CUDA Events

Overview

  • Time: 30 min

  1. Learn about CUDA events and their usage.

  2. Understand how to measure elapsed time using CUDA events.

CUDA events are a powerful feature that allows you to measure the time taken by operations on the GPU. They can be used to synchronize between different streams and to profile the performance of your CUDA applications. Events are lightweight and provide a way to track the completion of operations without blocking the CPU.

CUDA Event Basics

CUDA Events

CUDA events are used to mark points in time in your CUDA application. They can be created, recorded, and queried to determine when certain operations have completed. Events can be used to measure the elapsed time between two points in your code, which is useful for performance profiling. CUDA events are created using the cudaEventCreate function, and you can record an event using cudaEventRecord.

 1cudaEvent_t start, stop;
 2cudaEventCreate(&start);
 3cudaEventCreate(&stop);
 4
 5// Record the start event
 6cudaEventRecord(start, 0);
 7
 8// Perform some GPU operations here
 9
10// Record the stop event
11cudaEventRecord(stop, 0);
12
13// Wait for the stop event to complete
14cudaEventSynchronize(stop);
15
16float milliseconds = 0;
17cudaEventElapsedTime(&milliseconds, start, stop);
18printf("Elapsed time: %f ms\n", milliseconds);

Cross stream Synchronization

CUDA events can also be used for cross-stream synchronization.
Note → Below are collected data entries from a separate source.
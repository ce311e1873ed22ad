import { appendFileSync } from 'node:fs';
import { it } from 'vitest';
import { referenceBanks } from './banks.js';
import { chargeDifference, compareEvents, compareWaveforms, waveformOf } from './contract.js';
import { simulateSlowBank } from './slow-bank.js';

const no = { currentA: 1e9, charge: 1e9, plateauCellV: 1e9, kneeCellV: 1e9, terminalV: 1e9 };
it('x', () => {
  const only = process.env.ONLY?.split(',');
  for (const bank of referenceBanks()) {
    if (only && !only.includes(bank.name)) continue;
    const end = bank.cycles.flat().reduce((s, x) => s + x.durationS, 0);
    const sampleTimesS = Array.from({ length: Math.floor(end / 600) }, (_, i) => i * 600);
    const truth = simulateSlowBank(bank, { stepS: end > 200000 ? 0.5 : 0.1, sampleTimesS });
    const n = truth.samples.length;
    for (const [stepS, fineStepS] of [
      [1, 1],
      [5, 5],
      [10, 10],
      [20, 20],
      [60, 60],
      [60, 10],
      [60, 5],
      [60, 2],
      [120, 5],
    ]) {
      const t = process.cpuUsage();
      try {
        const run = simulateSlowBank(bank, { stepS, fineStepS, sampleTimesS: sampleTimesS.slice(0, n) });
        const cpu = process.cpuUsage(t).user / 1e6;
        const cut = <T>(w: T) => w;
        const m = Math.min(run.samples.length, n);
        const w = compareWaveforms(
          waveformOf({ ...run, samples: run.samples.slice(0, m) }),
          cut(waveformOf({ ...truth, samples: truth.samples.slice(0, m) })),
          no,
          truth.events,
          truth.segmentStartS,
        );
        const e = compareEvents(run.events, truth.events, truth.segmentStartS);
        const c = chargeDifference(run.cycleEndCharge, truth.cycleEndCharge);
        appendFileSync(
          '/tmp/steps.txt',
          `${bank.name.padEnd(20)} ${stepS}/${fineStepS} cpu ${cpu.toFixed(2)} steps ${run.steps} charge ${Math.max(...c).toExponential(1)} event ${e.timeS.toFixed(3)} s (${e.ofTolerance.toFixed(2)}) ${e.faults.length} faults; I ${w.currentA.toExponential(1)} V ${w.plateauCellV.toExponential(1)} knee ${w.kneeCellV.toExponential(1)} ${e.faults[0] ?? ''}\n`,
        );
      } catch (x) {
        appendFileSync('/tmp/steps.txt', `${bank.name} ${stepS}/${fineStepS} ${x}\n`);
      }
    }
  }
}, 3600000);
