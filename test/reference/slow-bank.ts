import type { DutySegment } from '../../src/study/study.js';
import { bankWatches } from './bank-watches.js';
import { bmsWatches } from './bms-watches.js';
import { Evaluation } from './evaluation.js';
import { packsOf } from './packs.js';
import { DERIVED_TAIL, derivativesInto } from './rates.js';
import type { ReferenceBank } from './reference-bank.js';
import { rungeKuttaStep } from './runge-kutta.js';
import type { EventKind, SlowEvent } from './slow-event.js';
import type { SlowRun, SlowSample } from './slow-run.js';
import { chargeOpen, closedPack, dischargeOpen } from './switches.js';
import { anyChanged, nextExpiryS, type Since, settle, type Watch } from './watch.js';

export interface SlowOptions {
  /** Longest step, s. */
  readonly stepS: number;
  /** Longest step while a cell is outside charge fractions 0.06 to 0.96 and for 300 s after switching; or `stepS`. */
  readonly fineStepS?: number;
  /** Ascending instants to record; one at a switching instant is recorded as it was before it (0 s: after). */
  readonly sampleTimesS?: readonly number[];
  /** Leak of every node and of the bus to bus minus, S; default 1e-6. */
  readonly nodeLeakS?: number;
}

/**
 * Steps to hold others against: on the reference banks charge stays within 1e-6 and event times within 0.1 s of a run
 * at 0.1 s (0.5 s for those of several days).
 */
export const TRUSTED_STEPS = { stepS: 60, fineStepS: 5 } as const;

/** How long the currents of a switching take to settle, s. */
const AFTER_SWITCHING_S = 300;
/** Events are located to this, s. */
const LOCATED_S = 1e-5;

/**
 * Simulates a bank slowly and plainly: every cell has its own charge, hysteresis and polarisation, a classical
 * Runge-Kutta step of fixed length advances them, and each stage solves the network and the bus anew. A step in which
 * any condition of a BMS, the charger or the load changes is cut by bisection at that change.
 *
 * @throws RangeError if the bank is to be commissioned first, which this leaves to its caller
 */
export function simulateSlowBank(bank: ReferenceBank, options: SlowOptions): SlowRun {
  if (bank.candidate.commissioning !== 'as-received') throw new RangeError('only banks as received');
  const layout = packsOf(bank);
  const packSwitches = layout.packs.map((pack) => closedPack(pack.cells.length));
  const bankSwitches = { chargeEnded: false, loadConnected: true, overloaded: false, loadLost: false };
  const evaluation = new Evaluation(bank, layout, packSwitches, bankSwitches, options.nodeLeakS ?? 1e-6);
  const cells = layout.packs.flatMap((pack) => pack.cells);
  const states = new Float64Array(layout.stateLength + DERIVED_TAIL);
  for (const cell of cells) states[cell.at] = cell.arrivalCharge;

  const samples: SlowSample[] = [];
  const events: SlowEvent[] = [];
  const cycleEndCharge: number[][] = [];
  const cycleEndS: number[] = [];
  const segmentStartS: number[] = [];
  const sampleTimesS = options.sampleTimesS ?? [];
  let nextSample = 0;
  let steps = 0;
  let timeS = 0;
  let switchedS = 0;
  let cycle = 1;
  let segment: DutySegment = bank.cycles[0][0];

  const report = (atS: number, kind: EventKind, string: number | null, position: number | null, cell: number | null) =>
    events.push({ timeS: atS, cycle, kind, string, position, cell });
  const watches: Watch[] = [
    ...layout.packs.flatMap((pack, k) =>
      bmsWatches(pack, k, packSwitches[k], (atS, kind, cell) => report(atS, kind, pack.string, pack.position, cell)),
    ),
    ...bankWatches(
      evaluation,
      () => segment,
      (atS, kind) => report(atS, kind, null, null, null),
    ),
  ];
  const since: Since = watches.map(() => null);
  /** Checked before a restart of the charger that the same instant may bring. */
  const segmentOver = () => segment.endsWhenCharged && bankSwitches.chargeEnded;
  const settleNow = (): void => {
    if (settle(watches, since, timeS, () => evaluation.evaluate(states, segment), segmentOver)) switchedS = timeS;
  };
  const rates = (x: Float64Array, out: Float64Array) => derivativesInto(evaluation, segment, x, out);
  const stepper = rungeKuttaStep(states.length, rates);
  const trial = new Float64Array(states.length);

  const record = (): void => {
    const view = evaluation.evaluate(states, segment);
    samples.push({
      timeS,
      busV: view.busV,
      bankA: view.bankA,
      modules: layout.packs.map((pack, k) => ({
        string: pack.string,
        position: pack.position,
        currentA: view.packs[k].currentA,
        terminalV: view.packs[k].terminalV,
        chargeFraction: pack.cells.map((cell) => states[cell.at]),
        cellV: [...view.packs[k].cellV],
        chargeOpen: chargeOpen(packSwitches[k], pack.bms.overCurrent.opens),
        dischargeOpen: dischargeOpen(packSwitches[k], pack.bms.overCurrent.opens),
      })),
    });
    nextSample++;
  };

  /** One step to `endS` or to the first change of a condition before it. */
  const advanceTo = (endS: number): void => {
    const changesBy = (dtS: number): boolean => {
      evaluation.overloadSeen = false;
      stepper(states, dtS, trial);
      return anyChanged(watches, since, evaluation.evaluate(trial, segment)) || evaluation.overloadSeen;
    };
    steps++;
    if (changesBy(endS - timeS)) {
      let before = 0;
      let after = endS - timeS;
      while (after - before > LOCATED_S) {
        const middle = (before + after) / 2;
        if (changesBy(middle)) after = middle;
        else before = middle;
      }
      stepper(states, after, trial);
      timeS = after === endS - timeS ? endS : timeS + after;
    } else timeS = endS;
    states.set(trial);
  };

  for (const segments of bank.cycles) {
    segments.forEach((next, s) => {
      segment = next;
      segmentStartS.push(timeS);
      switchedS = timeS;
      if (s === 0 && bank.candidate.charger.restart === 'each-cycle' && bankSwitches.chargeEnded) {
        bankSwitches.chargeEnded = false;
        report(timeS, 'charge-restart', null, null, null);
      }
      const endS = timeS + segment.durationS;
      settleNow();
      if (timeS === 0 && sampleTimesS[0] === 0) record();
      while (timeS < endS && !segmentOver()) {
        const steep = cells.some((cell) => states[cell.at] < 0.06 || states[cell.at] > 0.96);
        const fine = steep || timeS < switchedS + AFTER_SWITCHING_S;
        const stepS = fine ? (options.fineStepS ?? options.stepS) : options.stepS;
        const sampleS = sampleTimesS[nextSample] ?? Number.POSITIVE_INFINITY;
        advanceTo(Math.min(timeS + stepS, endS, nextExpiryS(watches, since), sampleS));
        if (timeS >= sampleS) record();
        settleNow();
      }
    });
    cycleEndCharge.push(cells.map((cell) => states[cell.at]));
    cycleEndS.push(timeS);
    cycle++;
  }
  const [servedWh, lostWh, lostAh] = states.subarray(layout.stateLength);
  return { samples, events, cycleEndCharge, cycleEndS, segmentStartS, servedWh, lostWh, lostAh, steps };
}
When you record an event in one stream, it can be waited on in another stream. This allows you to synchronize operations across different streams without blocking the CPU.
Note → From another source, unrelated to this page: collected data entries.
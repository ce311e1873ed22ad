import type { CycleMeasure, Measure, Statistic, Window } from './measure.js';

const SHARE: readonly Statistic[] = ['share_of_banks'];
const LOSS: readonly Statistic[] = ['mean', 'median', 'percentile_95'];
const NONE: readonly Statistic[] = [];
const YIELD: readonly Statistic[] = ['mean', 'median', 'percentile_5'];

function event<N extends string>(name: N, window: Window, title: string, definition: string) {
  return { name, unit: '%', kind: 'event', window, statistics: SHARE, title, definition } as const satisfies Measure;
}

function loss<N extends string>(name: N, unit: string, window: Window, title: string, definition: string) {
  return { name, unit, kind: 'amount', window, statistics: LOSS, title, definition } as const satisfies Measure;
}

function gain<N extends string>(name: N, unit: string, window: Window, title: string, definition: string) {
  return { name, unit, kind: 'amount', window, statistics: YIELD, title, definition } as const satisfies Measure;
}

/** A number that names a place: it has no mean and no percentile, only outcomes bank by bank. */
function place<N extends string>(name: N, title: string, definition: string) {
  return {
    name,
    unit: '',
    kind: 'amount',
    window: 'horizon',
    statistics: NONE,
    title,
    definition,
  } as const satisfies Measure;
}

const CHARGE_CUT =
  'A charge path opens by over-voltage or over-current before the dwell of the charger criterion began, while a module of the bank is more than';
const DISCHARGE_CUT = 'A discharge path opens by under-voltage or over-current while the cycle still has load to serve';
const MISSING = 'Missing charge m = Q (1 - z) of a cell; of a module the largest of its cells.';
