import type { Candidate } from '../../src/study/study.js';
import { DEFAULT_TABLE } from './default-table.js';
import type { ReferenceBank } from './reference-bank.js';

/** What is said of a bank beside its modules and cycles instead of the common values. */
export type BankSketch = Partial<Candidate> & Pick<ReferenceBank, 'modules' | 'cycles'> & Partial<ReferenceBank>;

/** A bank with common leads and charger settings of 14.2 V and 20 A scaled to it, where a sketch says nothing else. */
export function bankOf(name: string, sketch: BankSketch): ReferenceBank {
  const { modules, cycles, loadFactor, chargeFactor, ocvTables, ...candidate } = sketch;
  const strings = modules.length;
  const foursInSeries = modules[0].reduce((cells, module) => cells + module.capacityAh.length, 0) / 4;
  return {
    name,
    modules,
    cycles,
    ocvTables: ocvTables ?? [DEFAULT_TABLE],
    loadFactor: loadFactor ?? 1,
    chargeFactor: chargeFactor ?? 1,
    candidate: {
      key: name,
      title: name,
      wiring: 'strings',
      strings: modules.map((string) => string.map((module) => module.id)),
      leads: modules.map((_, s) => ({ negativeOhm: 0.0005 + 0.0002 * s, betweenOhm: 0.0005, positiveOhm: 0.0006 })),
      linkOhm: 0.001,
      charger: {
        limitA: 20 * strings,
        absorptionV: 14.2 * foursInSeries,
        tailA: 2 * strings,
        tailHoldS: 120,
        absorptionS: null,
        floatV: null,
        restart: 'each-cycle',
        restartV: 13.2 * foursInSeries,
      },
      load: { disconnectV: null, disconnectDelayS: 10, reconnectV: 13 * foursInSeries },
      commissioning: 'as-received',
      bleed: null,
      ...candidate,
    },
  };
}
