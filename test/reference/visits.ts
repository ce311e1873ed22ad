import type { ModuleParameters } from '../../src/study/study.js';
import { segmentOf } from './duties.js';
import type { Pack, Packs } from './packs.js';
import type { ReferenceBank } from './reference-bank.js';
import type { SlowRun } from './slow-run.js';
import { clearPack, type PackSwitches } from './switches.js';

/** Charge and hysteresis of each cell. */
export interface CellStates {
  readonly charge: readonly number[];
  readonly hysteresis: readonly number[];
}

/** Simulates a bank from a hysteresis that is not 0. */
export type SimulateAlone = (bank: ReferenceBank, startHysteresis: readonly number[]) => SlowRun;

/**
 * Modules of one string alone on a bench at 25 degC, to the end of charge or for two days: C/5 of the smallest rated
 * capacity, their share of the absorption voltage, a tail of C/50, half a milliohm of lead at either end.
 */
function chargeAlone(
  bank: ReferenceBank,
  modules: readonly ModuleParameters[],
  absorptionV: number,
  start: CellStates,
  simulate: SimulateAlone,
): CellStates {
  const ratedAh = Math.min(...modules.map((module) => module.ratedAh));
  let next = 0;
  const string = modules.map((module) => {
    const { temperatureOffsetK: _, ageing: __, ...rest } = module;
    const arrivalCharge = module.capacityAh.map(() => start.charge[next++]);
    return { ...rest, arrivalCharge };
  });
  const { takeOff: _, slotOffsetK: __, network: ___, equaliser: ____, upkeep: _____, ...candidate } = bank.candidate;
  const run = simulate(
    {
      ...bank,
      modules: [string],
      cycles: [[segmentOf(48, { chargeW: null, endsWhenCharged: true })]],
      loadFactor: 1,
      chargeFactor: 1,
      candidate: {
        ...candidate,
        wiring: candidate.wiring === 'native' ? 'native' : 'strings',
        commissioning: 'as-received',
        leads: [{ negativeOhm: 0.0005, betweenOhm: 0, positiveOhm: 0.0005 }],
        charger: {
          limitA: ratedAh / 5,
          absorptionV,
          tailA: ratedAh / 50,
          tailHoldS: candidate.charger.tailHoldS,
          absorptionS: null,
          floatV: null,
          restart: 'each-cycle',
          restartV: 0,
        },
        load: { disconnectV: null, disconnectDelayS: 0, reconnectV: 0 },
      },
    },
    start.hysteresis,
  );
  return { charge: run.cycleEndCharge[0], hysteresis: run.endHysteresis };
}

/** The cells' charge after each module has been charged alone, before the bank is put together. */
export function commissionedCharge(bank: ReferenceBank, simulate: SimulateAlone): number[] {
  const absorptionV = bank.candidate.charger.absorptionV / bank.modules[0].length;
  // Single modules, whatever they are built into afterwards.
  const loose: ReferenceBank = { ...bank, candidate: { ...bank.candidate, wiring: 'strings' } };
  return bank.modules.flat().flatMap((module) => {
    const start = { charge: module.arrivalCharge, hysteresis: module.arrivalCharge.map(() => 0) };
    return [...chargeAlone(loose, [module], absorptionV, start, simulate).charge];
  });
}

/** When somebody comes to rebalance, and what that does to the states of a bank. */
export class SlowVisits {
  #lastCycle = 0;
  #lastS = 0;

  constructor(
    readonly bank: ReferenceBank,
    readonly simulate: SimulateAlone,
  ) {}

  /** Whether it is time at the end of a cycle. @param layout at the present age */
  isDue(layout: Packs, states: Float64Array, cycle: number, timeS: number): boolean {
    const { upkeep } = this.bank.candidate;
    if (upkeep === undefined) return false;
    const due =
      'everyCycles' in upkeep
        ? cycle >= this.#lastCycle + upkeep.everyCycles
        : 'everyS' in upkeep
          ? timeS >= this.#lastS + upkeep.everyS - 1
          : driftAh(layout, states) > upkeep.driftFraction * Math.max(...layout.packs.map((p) => p.module.ratedAh));
    if (!due) return false;
    this.#lastCycle = cycle;
    this.#lastS = timeS;
    return true;
  }

  /**
   * Clears every BMS, charges every module, or native pack, alone and lets it rest: polarisation is gone afterwards.
   *
   * @param layout at the present age and 25 degC
   */
  visit(layout: Packs, switches: readonly PackSwitches[], states: Float64Array): void {
    const { bank } = this;
    const absorptionV = bank.candidate.charger.absorptionV / layout.positions;
    const apart = bank.candidate.wiring === 'native' ? bank.modules : bank.modules.flat().map((module) => [module]);
    layout.packs.forEach((pack, k) => {
      clearPack(switches[k]);
      const start = {
        charge: pack.cells.map(({ at }) => states[at]),
        hysteresis: pack.cells.map(({ at }) => states[at + 1]),
      };
      const end = chargeAlone(bank, asOfNow(apart[k], pack), absorptionV, start, this.simulate);
      pack.cells.forEach(({ at, pairs }, c) => {
        states[at] = end.charge[c];
        states[at + 1] = end.hysteresis[c];
        states.fill(0, at + 2, at + 2 + pairs.length);
      });
    });
  }
}

/** The modules of a pack with the capacities and resistances of its cells. */
function asOfNow(modules: readonly ModuleParameters[], pack: Pack): ModuleParameters[] {
  let first = 0;
  return modules.map((module) => {
    const cells = pack.cells.slice(first, first + module.capacityAh.length);
    first += module.capacityAh.length;
    return {
      ...module,
      capacityAh: cells.map(({ capacityAs }) => capacityAs / 3600),
      resistanceOhm: cells.map(({ resistanceOhm }) => resistanceOhm),
      polarisation: module.polarisation.map((pair, p) => ({
        ...pair,
        resistanceOhm: cells.map(({ pairs }) => pairs[p].resistanceOhm),
      })),
    };
  });
}

/** Spread of missing charge between the modules of a string, worst string, Ah; a module misses what its worst cell does. */
function driftAh({ packs, positions }: Packs, states: Float64Array): number {
  const missing = packs.map(({ cells }) =>
    Math.max(...cells.map(({ at, capacityAs }) => (capacityAs * (1 - states[at])) / 3600)),
  );
  const strings = packs.length / positions;
  return Math.max(
    ...Array.from({ length: strings }, (_, s) => {
      const string = missing.slice(s * positions, (s + 1) * positions);
      return Math.max(...string) - Math.min(...string);
    }),
  );
}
 1cudaStream_t stream1, stream2;
 2cudaStreamCreate(&stream1);
 3cudaStreamCreate(&stream2);
 4
 5cudaEvent_t event;
 6cudaEventCreate(&event);
 7
 8// Record an event in stream1
 9cudaEventRecord(event, stream1);
10
11// Perform some operations in stream1
12kernel1<<<blocks, threads, 0, stream1>>>(...);
13
14// Wait for the event in stream2
15cudaStreamWaitEvent(stream2, event, 0);
16
17// Perform some operations in stream2 that depend on the completion of stream1
18kernel2<<<blocks, threads, 0, stream2>>>(...);
19
20// Cleanup
21cudaEventDestroy(event);
22cudaStreamDestroy(stream1);
23cudaStreamDestroy(stream2);

Explanation

cudaStreamWaitEvent is used to make a stream wait for an event recorded in another stream.

Timiming events across streams

When timing events across streams, you can record events in one stream and then wait for those events in another stream. This allows you to measure the time taken by operations in different streams without blocking the CPU.

 1cudaStream_t stream1, stream2;
 2cudaStreamCreate(&stream1);
 3cudaStreamCreate(&stream2);
 4
 5cudaEvent_t start, stop;
 6cudaEventCreate(&start);
 7cudaEventCreate(&stop);
 8
 9// Record the start event in stream1
10cudaEventRecord(start, stream1);
11
12// Perform some operations in stream1
13kernel1<<<blocks, threads, 0, stream1>>>(...);
14
15// Record the stop event in stream2
16cudaEventRecord(stop, stream2);
17
18// Wait for the stop event to complete
19cudaEventSynchronize(start);
20cudaEventSynchronize(stop);
21
22float milliseconds = 0;
23cudaEventElapsedTime(&milliseconds, start, stop);
24printf("Elapsed time across streams: %f ms\n", milliseconds);

Important

  1. You cannot use an event recorded in one stream to measure the execution time of operations that occur in another stream unless you enforce proper synchronization.

  2. If streams are non-blocking and concurrent, incorrect usage may lead to race conditions or invalid timings.

Key Points

  1. CUDA events are used to measure elapsed time and synchronize operations across streams.

  2. Events can be created, recorded, and queried to determine the completion of operations.

  3. Cross-stream synchronization is achieved using cudaStreamWaitEvent.

  4. Timing events across streams requires careful synchronization to ensure accurate measurements.

  5. Events are lightweight and do not block the CPU, making them suitable for performance profiling.